The Future of Conservation Communication

Communicate, an international conference on Conservation is held annually in Bristol. You can now read summaries of presentations and view slides from the 2006 conference on the Communicate website. Video clips from the conference will also be available soon.
Of particular interest was the session entitled "Dreaming of Tomorrow" which starred non other than Neil Nightingale, head of the BBC Natural History Unit. You can read more about what Neil had to say on the relationship between the broadcasting industry and conservation communication here

Neil's words on the Future for Broadcasting Conservation:
The future for broadcasting is all about interactivity and engagement.
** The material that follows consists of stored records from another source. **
import type { LonLat, Plane } from "./earth.ts";
import type { RandomStream } from "./random.ts";
import type { Weather } from "./weather.ts";

/** What is wrong with a gauge, by our own names; each is told in truth.json. */
export type GaugeFault =
  | "dead"
  | "dies-mid-storm"
  | "inches-as-mm"
  | "clock-60-min-late"
  | "spike"
  | "missing-hours"
  | "duplicated-line"
  | "outside-grid"
  | "no-station-entry"
  | "partly-blocked"
  | "misplaced";

/** A gauge of the invented networks: where it stands in a district 160 km wide, and its fault. */
export interface GaugePlan {
  readonly network: "moor" | "saltwater" | "tideway";
  readonly id: string;
  readonly name: string;
  readonly xKm: number;
  readonly yKm: number;
  readonly fault?: GaugeFault;
}

function gauge(
  network: GaugePlan["network"],
  id: string,
  name: string,
  xKm: number,
  yKm: number,
  fault?: GaugeFault,
): GaugePlan {
  return fault === undefined ? { network, id, name, xKm, yKm } : { network, id, name, xKm, yKm, fault };
}

export const GAUGES: readonly GaugePlan[] = [
  gauge("moor", "M01", "Sallow Head", -36, 30),
  gauge("moor", "M02", "Peat Cross", -25, 14, "duplicated-line"),
  gauge("moor", "M03", "Carr End", -4, 28, "spike"),
  gauge("moor", "M04", "Withy Bank", 8, 11),
  gauge("moor", "M05", "Stone Fold", -17, -6, "dead"),
  gauge("moor", "007", "Old Pump", -31, -12),
  gauge("moor", "NO", "North Outfall", -12, -22),
  gauge("moor", "M08", "Glass Weir", 9, -18, "dies-mid-storm"),
  gauge("moor", "M09", "Lower Glass", 21, -31),
  gauge("moor", "M10", "Reach Top", 33, 22),
  gauge("moor", "M11", "Reach Lock", 38, 3, "clock-60-min-late"),
  gauge("moor", "M12", "Mere Side", -33, -27),
  gauge("moor", "M13", "Far Skerry", -30, 158, "outside-grid"),
  gauge("moor", "M14", "Heath Mast", 24, 27),
  gauge("saltwater", "SW-01", "Sluice One", -20, 25),
  gauge("saltwater", "SW-02", "Sluice Two", -39, 12),
  gauge("saltwater", "SW-03", "Carr Mill", 3, 3),
  gauge("saltwater", "SW-04", "Brine House", 16, -8, "inches-as-mm"),
  gauge("saltwater", "SW-05", "Glass Foot", 2, -31),
  gauge("saltwater", "SW-06", "Mere Gate", -23, -30),
  gauge("saltwater", "SW-07", "Long Bridge", 30, 12, "missing-hours"),
  gauge("saltwater", "SW-08", "East Sluice", 42, -6),
  gauge("saltwater", "SW-09", "Nether Quay", -10, -10),
  gauge("saltwater", "SW-10", "Lost Post", 28, -14, "no-station-entry"),
  gauge("saltwater", "SW-11", "Carr Top", 14, 33),
  gauge("tideway", "T1", "Tide Post One", -28, 2),
  gauge("tideway", "T2", "Tide Post Two", 20, -20),
  gauge("tideway", "T3", "Tide Post Three", 34, 30),
];

/** Depth of one tip, mm. */
export const TIP_MM = 0.2;

/** What a gauge truly received and what it wrote down. Minutes count from the storm's start. */
export interface GaugeRecord {
  readonly plan: GaugePlan;
  readonly place: LonLat;
  readonly xKm: number;
  readonly yKm: number;
  /** Shape [minutes]: depth of each minute, mm. */
  readonly trueMm: Float64Array;
  /** Seconds after the start at which the bucket tipped. */
  readonly tipSeconds: readonly number[];
}

/** Steps per minute at which the rain over a gauge is followed. */
const STEPS = 2;

/**
 * Lets the storm pass over every gauge.
 *
 * A tipping bucket loses water while it turns, the more the harder it rains: here 0.08 % for each mm/h, at
 * most 12 % (the size, not the law, after La Barbera, Lanza and Stagi, 2002, Water Sci. Technol. 45(2), 1-9;
 * from memory). Each gauge also has a lasting error of its own, normal with 2 %.
 */
export function recordGauges(
  weather: Weather,
  random: RandomStream,
  plane: Plane,
  sizeKm: number,
  minutes: number,
  plans: readonly GaugePlan[] = GAUGES,
): GaugeRecord[] {
  const scale = sizeKm / 160;
  return plans.map((plan) => {
    const far = plan.fault === "outside-grid";
    const xKm = plan.xKm * (far ? 1 : scale);
    const yKm = plan.yKm * (far ? 1 : scale);
    const trueMm = new Float64Array(minutes);
    const tipSeconds: number[] = [];
    const catchFactor = 1 + 0.02 * random.normal();
    let bucketMm = TIP_MM * random.uniform();
    for (let step = 0; step < minutes * STEPS; step++) {
      const rate = weather.rateAt(xKm, yKm, (step + 0.5) / STEPS);
      const fellMm = rate / 60 / STEPS;
      trueMm[Math.floor(step / STEPS)]! += fellMm;
      const caughtMm = fellMm * catchFactor * (1 - Math.min(0.12, 0.0008 * rate));
      let leftMm = caughtMm;
      while (bucketMm + leftMm >= TIP_MM) {
        leftMm -= TIP_MM - bucketMm;
        bucketMm = 0;
        tipSeconds.push(Math.ceil(((step + 1 - leftMm / caughtMm) / STEPS) * 60));
      }
      bucketMm += leftMm;
    }
    return { plan, place: plane.toPlace(xKm, yKm), xKm, yKm, trueMm, tipSeconds };
  });
}

/** Written depths per step of `stepMinutes`, before any fault: whole tips, interval-ending. Shape [steps]. */
export function tipsPerStep(record: GaugeRecord, stepMinutes: number): Float64Array {
  const steps = new Float64Array(record.trueMm.length / stepMinutes);
  for (const second of record.tipSeconds) {
    // A tip exactly on a border belongs to the step that ends there.
    steps[Math.max(0, Math.ceil(second / 60 / stepMinutes) - 1)]! += TIP_MM;
  }
  return steps;
}

/** Everything the three networks write, and what was done to it on purpose. */
export interface GaugeFiles {
  readonly moor: string;
  readonly moorStations: string;
  readonly saltwater: string;
  readonly saltwaterStations: string;
  readonly tideway: string;
  readonly tidewayStations: string;
  readonly faults: readonly PlantedFault[];
}

export interface PlantedFault {
  readonly network: string;
  readonly gauge: string;
  readonly fault: GaugeFault;
  readonly detail: string;
}

/** The clock of the saltwater network: the zone's standard time all year, UTC+1. */
const SALTWATER_CLOCK_MS = 3600_000;

/** Writes the gauge files' text, faults and all. */
export function writeGauges(
  records: readonly GaugeRecord[],
  plane: Plane,
  startEpochMs: number,
  heightM: (xKm: number, yKm: number) => number,
): GaugeFiles {
  const faults: PlantedFault[] = [];
  const of = (network: GaugePlan["network"]): GaugeRecord[] =>
    records.filter((record) => record.plan.network === network);
  const stations = (network: GaugePlan["network"]): string => stationsCsv(of(network), heightM);
  for (const record of records) {
    if (record.plan.fault === undefined) continue;
    const { network, id, fault } = record.plan;
    const detail = faultDetail(fault, record, plane, startEpochMs);
    faults.push({ network, gauge: id, fault, detail });
  }
  return {
    moor: moorCsv(of("moor"), startEpochMs),
    moorStations: stations("moor"),
    saltwater: saltwaterCsv(of("saltwater"), startEpochMs),
    saltwaterStations: stations("saltwater"),
    tideway: tidewayCsv(of("tideway"), startEpochMs),
    tidewayStations: stations("tideway"),
    faults,
  };
}

/** The minute after which a gauge that dies writes only 0: half of the storm, on a border of 10 minutes. */
function deathMinute(minutes: number): number {
  return Math.floor(minutes / 20) * 10;
}

/** The span (from, to] without values: a third of the storm around its middle, on borders of 10 minutes. */
function missingMinutes(minutes: number): { from: number; to: number } {
  const from = Math.floor(minutes / 30) * 10;
  return { from, to: from + Math.max(10, Math.floor(minutes / 30) * 10) };
}

/** The step, counted from 0, whose value is replaced by the spike. */
function spikeStep(steps: number): number {
  return Math.floor(steps * 0.6);
}

const SPIKE_MM = 87;

/** How far east of its place the stations file puts a misplaced gauge: some 14 km. */
const MISPLACED_LON_DEG = 0.2;

function faultDetail(fault: GaugeFault, record: GaugeRecord, plane: Plane, startEpochMs: number): string {
  const minutes = record.trueMm.length;
  const at = (minute: number): string => isoMinute(startEpochMs + minute * 60_000);
  switch (fault) {
    case "dead":
      return "every value is 0";
    case "dies-mid-storm":
      return `every value after ${at(deathMinute(minutes))} is 0`;
    case "inches-as-mm":
      return "values are inches under a header that says mm: too small by 25.4";
    case "clock-60-min-late":
      return "every stamp is 60 minutes later than the rain it stands for";
    case "spike":
      return `the value ending ${at((spikeStep(minutes / 5) + 1) * 5)} is ${SPIKE_MM} mm`;
    case "missing-hours": {
      const { from, to } = missingMinutes(minutes);
      return `values of (${at(from)}, ${at(to)}] are empty`;
    }
    case "duplicated-line":
      return `the line ending ${at(10)} is written twice`;
    case "outside-grid": {
      const place = plane.toPlace(record.xKm, record.yKm);
      return `stands at ${place.latDeg.toFixed(2)}N ${place.lonDeg.toFixed(2)}E, beyond the grid and every radar`;
    }
    case "no-station-entry":
      return "has readings but no line in the stations file";
    case "partly-blocked":
      return "one tip in three is written: the funnel lets a third of the water through";
    case "misplaced":
      return `the stations file puts it ${MISPLACED_LON_DEG} degrees too far east`;
  }
}

function isoMinute(epochMs: number): string {
  return `${new Date(epochMs).toISOString().slice(0, 19)}Z`;
}

function everyThirdTip(record: GaugeRecord): GaugeRecord {
  return { ...record, tipSeconds: record.tipSeconds.filter((_, tip) => tip % 3 === 2) };
}

function moorCsv(records: readonly GaugeRecord[], startEpochMs: number): string {
  const step = 5;
  const lines = ["gauge,time,value_mm,quality"];
  for (const record of records) {
    const { fault, id } = record.plan;
    const values = tipsPerStep(fault === "partly-blocked" ? everyThirdTip(record) : record, step);
    const late = fault === "clock-60-min-late" ? 60 : 0;
    values.forEach((value, i) => {
      const end = (i + 1) * step;
      let written = value;
      if (fault === "dead" || (fault === "dies-mid-storm" && end > deathMinute(record.trueMm.length)))
        written = 0;
      if (fault === "spike" && i === spikeStep(values.length)) written = SPIKE_MM;
      // The network doubts one healthy gauge for a while: its column must be heeded, not believed to find faults.
      const quality = id === "M09" && i >= values.length / 2 && i < values.length / 2 + 3 ? "suspect" : "ok";
      const line = `${id},${isoMinute(startEpochMs + (end + late) * 60_000)},${written.toFixed(1)},${quality}`;
      lines.push(line);
      if (fault === "duplicated-line" && end === 10) lines.push(line);
    });
  }
  return `${lines.join("\n")}\n`;
}

function saltwaterCsv(records: readonly GaugeRecord[], startEpochMs: number): string {
  const step = 10;
  const minutes = records[0]!.trueMm.length;
  const columns = records.map((record) => tipsPerStep(record, step));
  const gap = missingMinutes(minutes);
  const lines = [["time", ...records.map(({ plan }) => plan.id)].join(",")];
  for (let i = 0; i < minutes / step; i++) {
    const end = (i + 1) * step;
    const local = new Date(startEpochMs + end * 60_000 + SALTWATER_CLOCK_MS).toISOString();
    const values = records.map(({ plan }, column) => {
      const value = columns[column]![i]!;
      if (plan.fault === "missing-hours" && end > gap.from && end <= gap.to) return "";
      return plan.fault === "inches-as-mm" ? (value / 25.4).toFixed(4) : value.toFixed(1);
    });
    lines.push([`${local.slice(0, 10)} ${local.slice(11, 16)}`, ...values].join(","));
  }
  return `${lines.join("\n")}\n`;
}

function tidewayCsv(records: readonly GaugeRecord[], startEpochMs: number): string {
  const tips = records.flatMap(({ plan, tipSeconds }) =>
    tipSeconds.map((second) => ({ id: plan.id, second })),
  );
  tips.sort((a, b) => a.second - b.second || (a.id < b.id ? -1 : 1));
  const lines = tips.map(
    ({ id, second }) => `${id},${isoMinute(startEpochMs + second * 1000)},${TIP_MM.toFixed(1)}`,
  );
  return `${["gauge,tip_time_utc,tip_mm", ...lines].join("\n")}\n`;
}

function stationsCsv(records: readonly GaugeRecord[], heightM: (xKm: number, yKm: number) => number): string {
  const lines = records
    .filter(({ plan }) => plan.fault !== "no-station-entry")
    .map(({ plan, place, xKm, yKm }) =>
      [
        plan.id,
        plan.name,
        (place.lonDeg + (plan.fault === "misplaced" ? MISPLACED_LON_DEG : 0)).toFixed(5),
        place.latDeg.toFixed(5),
        heightM(xKm, yKm).toFixed(0),
      ].join(","),
    );
  return `${["id,name,lon,lat,elevation_m", ...lines].join("\n")}\n`;
}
Springwatch and Autumnwatch demonstrate how the BBC are applying this approach. The programmes have a related web survey encouraging citizen science – this is the biggest public engagement study of seasonal climate change in the world. The associated message board is turning the issues into a conversation.

Learning to date has given the BBC the tools required to launch the Breathing Places campaign with committed partners. The BBC will undertake mass marketing and partners will engage individuals in their locality. The aim is to get 1 million people involved with conservation action in their local environment over next 3 years.

Audiences are changing and broadcasters are changing accordingly. Climate change is actually affecting us and audiences are finally becoming interested in receiving conservation messages.